◆ Exercise
Where does the string "outside" appear? Copy every line of the entries below that holds it.

◆ Data listing
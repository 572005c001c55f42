"""Options share the base's radiators and, inside a comparison, its field evaluations.

Identity checks of our own (no published number applies): every model is linear in the
field amplitude, so a radiator at power P' has the fields of the same model at P times
sqrt(P'/P) (Balanis, *Antenna Theory*, 4th ed., sec. 2.3: radiated power is quadratic in
the fields).
"""

from __future__ import annotations

from pathlib import Path

import numpy as np
import pytest

from keepclear.antennas.base import Radiator
from keepclear.antennas.horn import PyramidalHorn
from keepclear.antennas.memo import isolated, radiator_fields, shared_field_evaluations
from keepclear.antennas.wire import Dipole
from keepclear.fields.keepout import RADIUS_TOLERANCE, keepout_distances
from keepclear.fields.scenario import load_scenario, shared_radiators

SIX = Path(__file__).parent / "benchmarks" / "data" / "horn-bench-six-options.toml"
F_HZ = 2.45e9


def _points(n: int = 300, seed: int = 2) -> np.ndarray:
    rng = np.random.default_rng(seed)
    return rng.uniform(-2.0, 2.0, (n, 3)) + np.array([0.3, 0.0, 0.0])


def _horn(power_w: float) -> PyramidalHorn:
    return PyramidalHorn(F_HZ, power_w, 0.08636, 0.04318, 0.24, 0.18, 0.30)


@pytest.mark.parametrize(
    "make", [_horn, lambda p: Dipole(F_HZ, p, length_m=0.0612)], ids=["horn", "dipole"]
)
def test_with_power_equals_a_radiator_built_at_that_power(make):
    base = make(800.0)
    copy = base.with_power(50.0)
    fresh = make(50.0)
    pts = _points()
    for got, want in zip(copy.fields(pts), fresh.fields(pts), strict=True):
        np.testing.assert_allclose(got, want, rtol=1e-12, atol=1e-15 * np.abs(want).max())
    assert copy.power_w == 50.0 and base.power_w == 800.0


def test_with_power_refuses_a_negative_power():
    with pytest.raises(ValueError, match="power_w"):
        _horn(1.0).with_power(-1.0)


def test_memo_gives_the_fields_of_a_fresh_evaluation():
    horn = _horn(800.0)
    half = horn.with_power(400.0)
    pts = _points()
    plain_e, plain_h = horn.fields(pts)
    half_e, _ = half.fields(pts)
    with shared_field_evaluations() as memo:
        e1, h1 = horn.fields(pts[:200])
        e2, h2 = horn.fields(pts)  # 200 of them looked up
        e3, _ = half.fields(pts)  # all looked up, scaled by sqrt(1/2)
        assert memo.looked_up == 200 + 300
        assert memo.evaluated == 300
    tol = dict(rtol=1e-12, atol=1e-15 * np.abs(plain_e).max())
    np.testing.assert_allclose(e2, plain_e, **tol)
    np.testing.assert_allclose(h2, plain_h, rtol=1e-12, atol=1e-15 * np.abs(plain_h).max())
    np.testing.assert_allclose(e1, plain_e[:200], **tol)
    np.testing.assert_allclose(e3, half_e, **tol)


def test_a_point_asked_twice_in_one_call_is_evaluated_and_kept_once():
    # A point on a reflecting plane is its own mirror image: the field evaluation asks the
    # radiator for it twice in one call.  It is evaluated once, both answers are its field,
    # and what was kept is forgotten cleanly at the end of an isolated block.
    horn = _horn(800.0)
    pts = _points(50)
    twice = np.vstack([pts, pts[:10]])
    plain_e, plain_h = horn.fields(twice)
    with shared_field_evaluations() as memo:
        with isolated():
            e, h = horn.fields(twice)
            assert memo.evaluated == 50
        e_again, _ = horn.fields(twice)  # forgotten: evaluated afresh
        assert memo.evaluated == 100
    tol = dict(rtol=1e-12, atol=1e-15 * np.abs(plain_e).max())
    np.testing.assert_allclose(e, plain_e, **tol)
    np.testing.assert_allclose(h, plain_h, rtol=1e-12, atol=1e-15 * np.abs(plain_h).max())
    np.testing.assert_allclose(e_again, plain_e, **tol)


def test_a_whole_array_asked_again_is_looked_up_and_a_changed_one_is_not_confused():
    horn = _horn(800.0)
    half = horn.with_power(400.0)
    pts = _points(1500, seed=4)
    plain_e, plain_h = horn.fields(pts)
    moved = pts.copy()
    moved[700, 2] += 1e-3
    moved_e, _ = horn.fields(moved)
    with shared_field_evaluations() as memo:
        horn.fields(pts)
        e2, h2 = horn.fields(pts.copy())  # the same points: found whole
        e3, _ = half.fields(pts)  # found whole, scaled by sqrt(1/2)
        assert (memo.looked_up, memo.evaluated) == (3000, 1500)
        e4, _ = horn.fields(moved)  # one point differs: only it is evaluated
        assert (memo.looked_up, memo.evaluated) == (3000 + 1499, 1501)
    tol = dict(rtol=1e-12, atol=1e-15 * np.abs(plain_e).max())
    np.testing.assert_allclose(e2, plain_e, **tol)
    np.testing.assert_allclose(h2, plain_h, rtol=1e-12, atol=1e-15 * np.abs(plain_h).max())
    np.testing.assert_allclose(e3, plain_e / np.sqrt(2.0), **tol)
    np.testing.assert_allclose(e4, moved_e, **tol)


def test_options_reuse_the_base_radiator_unless_the_model_changes():
    scenario = load_scenario(SIX)
    base = scenario.sources[0].radiator
    by_name = {o.name: o.scenario.sources[0].radiator for o in scenario.options}
    assert by_name["30 dB screen across the beam"] is base
    assert by_name["pulsed at 20 %"] is base
    half = by_name["half power"]
    assert half is not base and _model(half) is _model(base) and half.power_w == 400.0
    turned = by_name["horn turned down to the load"]
    assert _model(turned) is not _model(base)


def _model(radiator):
    """The aperture model's shared state (inside the rim wrapper of a guide or horn)."""
    return getattr(radiator, "aperture", radiator)._model


@pytest.mark.filterwarnings("ignore::keepclear.fields.plausibility.PlausibilityWarning")
def test_shared_evaluations_leave_the_keepout_unchanged(tmp_path):
    # The memo's machinery, on the horn on a flange too large for its wire grid (the rim
    # model: the horn's wire grid would make this a minute-long test of the same code path).
    # The sharing is per field point, whatever the ray set: a coarse first pass (80 rays)
    # shares as much.
    text = SIX.read_text(encoding="utf-8")
    anchor = "length_m = 0.30"
    assert anchor in text
    flanged = tmp_path / "six-flanged.toml"
    flanged.write_text(text.replace(anchor, anchor + "\nflange_m = [0.40, 0.30]", 1), "utf-8")
    scenario = load_scenario(flanged)
    assert type(scenario.sources[0].radiator).__name__ == "WalledAperture"
    option = scenario.options[2].scenario  # half power: a copy of the base radiator
    alone = keepout_distances(option, n_directions=80)
    with shared_field_evaluations() as memo:
        keepout_distances(scenario, n_directions=80)
        looked_up = memo.looked_up
        shared = keepout_distances(option, n_directions=80)
        assert memo.looked_up > looked_up  # the option's search found the base's points
    for a, b in zip(alone, shared, strict=True):
        # a shared field is the stored one times sqrt(P'/P): equal to the last bit or two,
        # so a bisection may end one bracket (RADIUS_TOLERANCE) to either side
        assert b.distance_m == pytest.approx(a.distance_m, rel=2 * RADIUS_TOLERANCE)
        assert b.distance_with_uncertainty_m == pytest.approx(
            a.distance_with_uncertainty_m, rel=2 * RADIUS_TOLERANCE
        )


FLANGED_GUIDE = """
name = "flanged guide (rim model: too long for the wire grid)"
[[source]]
antenna = "open-waveguide"
power_w = 100.0
waveguide = "WR-340"
guide_length_m = 1.0
flange_m = [0.3, 0.3]
position_m = [0.0, 0.0, 1.0]
boresight = [1.0, 0.0, 0.0]
"""


@pytest.mark.filterwarnings("ignore::keepclear.fields.plausibility.PlausibilityWarning")
def test_with_power_scales_every_bundled_source_model(tmp_path):
    # Every radiator the loader builds (the guides and horns solved with their walls, the
    # finite-ground monopole, wires, point sources; the rim model of a flanged guide too
    # long for the grid, below): half the power is half the density everywhere.
    scenarios = Path(__file__).parent.parent / "scenarios"
    pts = _points(60, seed=3) + np.array([0.0, 0.0, 1.0])
    seen = set()
    flanged = tmp_path / "flanged.toml"
    flanged.write_text(FLANGED_GUIDE, encoding="utf-8")
    paths = sorted(scenarios.glob("*.toml"))
    for path in [*paths, flanged]:
        for source in load_scenario(path).sources:
            radiator = source.radiator
            if type(radiator).__name__ in seen or radiator.power_w <= 0:
                continue
            seen.add(type(radiator).__name__)
            pts_here = pts + radiator.position_m - np.array([0.3, 0.0, 1.0])
            outside = ~radiator.inside_or_on(pts_here, 0.01)
            e_full, h_full = radiator.fields(pts_here[outside])
            e_half, h_half = radiator.with_power(0.5 * radiator.power_w).fields(pts_here[outside])
            for half, full in ((e_half, e_full), (h_half, h_full)):
                np.testing.assert_allclose(
                    np.abs(half) ** 2, 0.5 * np.abs(full) ** 2, rtol=1e-9,
                    atol=1e-12 * float(np.max(np.abs(full) ** 2)), err_msg=path.name,
                )  # fmt: skip
    assert {"GridOpenWaveguide", "GridHorn", "WalledAperture", "FiniteGroundMonopole"} <= seen


def test_the_whole_model_is_shared_through_the_orchestrator():
    # radiator_fields shares any model, the rim of a guide or horn with its aperture: the
    # half-power option's fields are the base's stored ones times sqrt(1/2).
    scenario = load_scenario(SIX)
    base = scenario.sources[0].radiator
    half = scenario.options[2].scenario.sources[0].radiator
    pts = _points(50)
    fresh_e, fresh_h = half.fields(pts)
    with shared_field_evaluations() as memo:
        radiator_fields(base, pts)
        e, h = radiator_fields(half, pts)
        assert (memo.evaluated, memo.looked_up) == (50, 50)
    np.testing.assert_allclose(e, fresh_e, rtol=1e-12, atol=1e-15 * np.abs(fresh_e).max())
    np.testing.assert_allclose(h, fresh_h, rtol=1e-12, atol=1e-15 * np.abs(fresh_h).max())
    # a model built anew (the turned horn) is never taken for the base
    turned = scenario.options[5].scenario.sources[0].radiator
    assert turned.field_identity is not base.field_identity


def test_scenarios_loaded_in_one_block_share_their_radiators():
    first, second = load_scenario(SIX), load_scenario(SIX)
    assert first.sources[0].radiator is not second.sources[0].radiator
    with shared_radiators():
        first, second = load_scenario(SIX), load_scenario(SIX)
    assert first.sources[0].radiator is second.sources[0].radiator


def test_with_power_refuses_a_model_that_does_not_say_how_and_the_loader_builds_it_anew():
    # A model that keeps power-dependent state must update it; the default refuses, so a
    # copy can never keep the base's fields at another power.
    from keepclear.antennas.isotropic import IsotropicSource

    class Kept(IsotropicSource):
        _power_changed = Radiator._power_changed  # as a new model that forgot it

    with pytest.raises(NotImplementedError, match="Kept"):
        Kept(F_HZ, 10.0).with_power(5.0)
    assert IsotropicSource(F_HZ, 10.0).with_power(5.0).power_w == 5.0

◆ Expected output
            outside = ~radiator.inside_or_on(pts_here, 0.01)
            e_full, h_full = radiator.fields(pts_here[outside])
            e_half, h_half = radiator.with_power(0.5 * radiator.power_w).fields(pts_here[outside])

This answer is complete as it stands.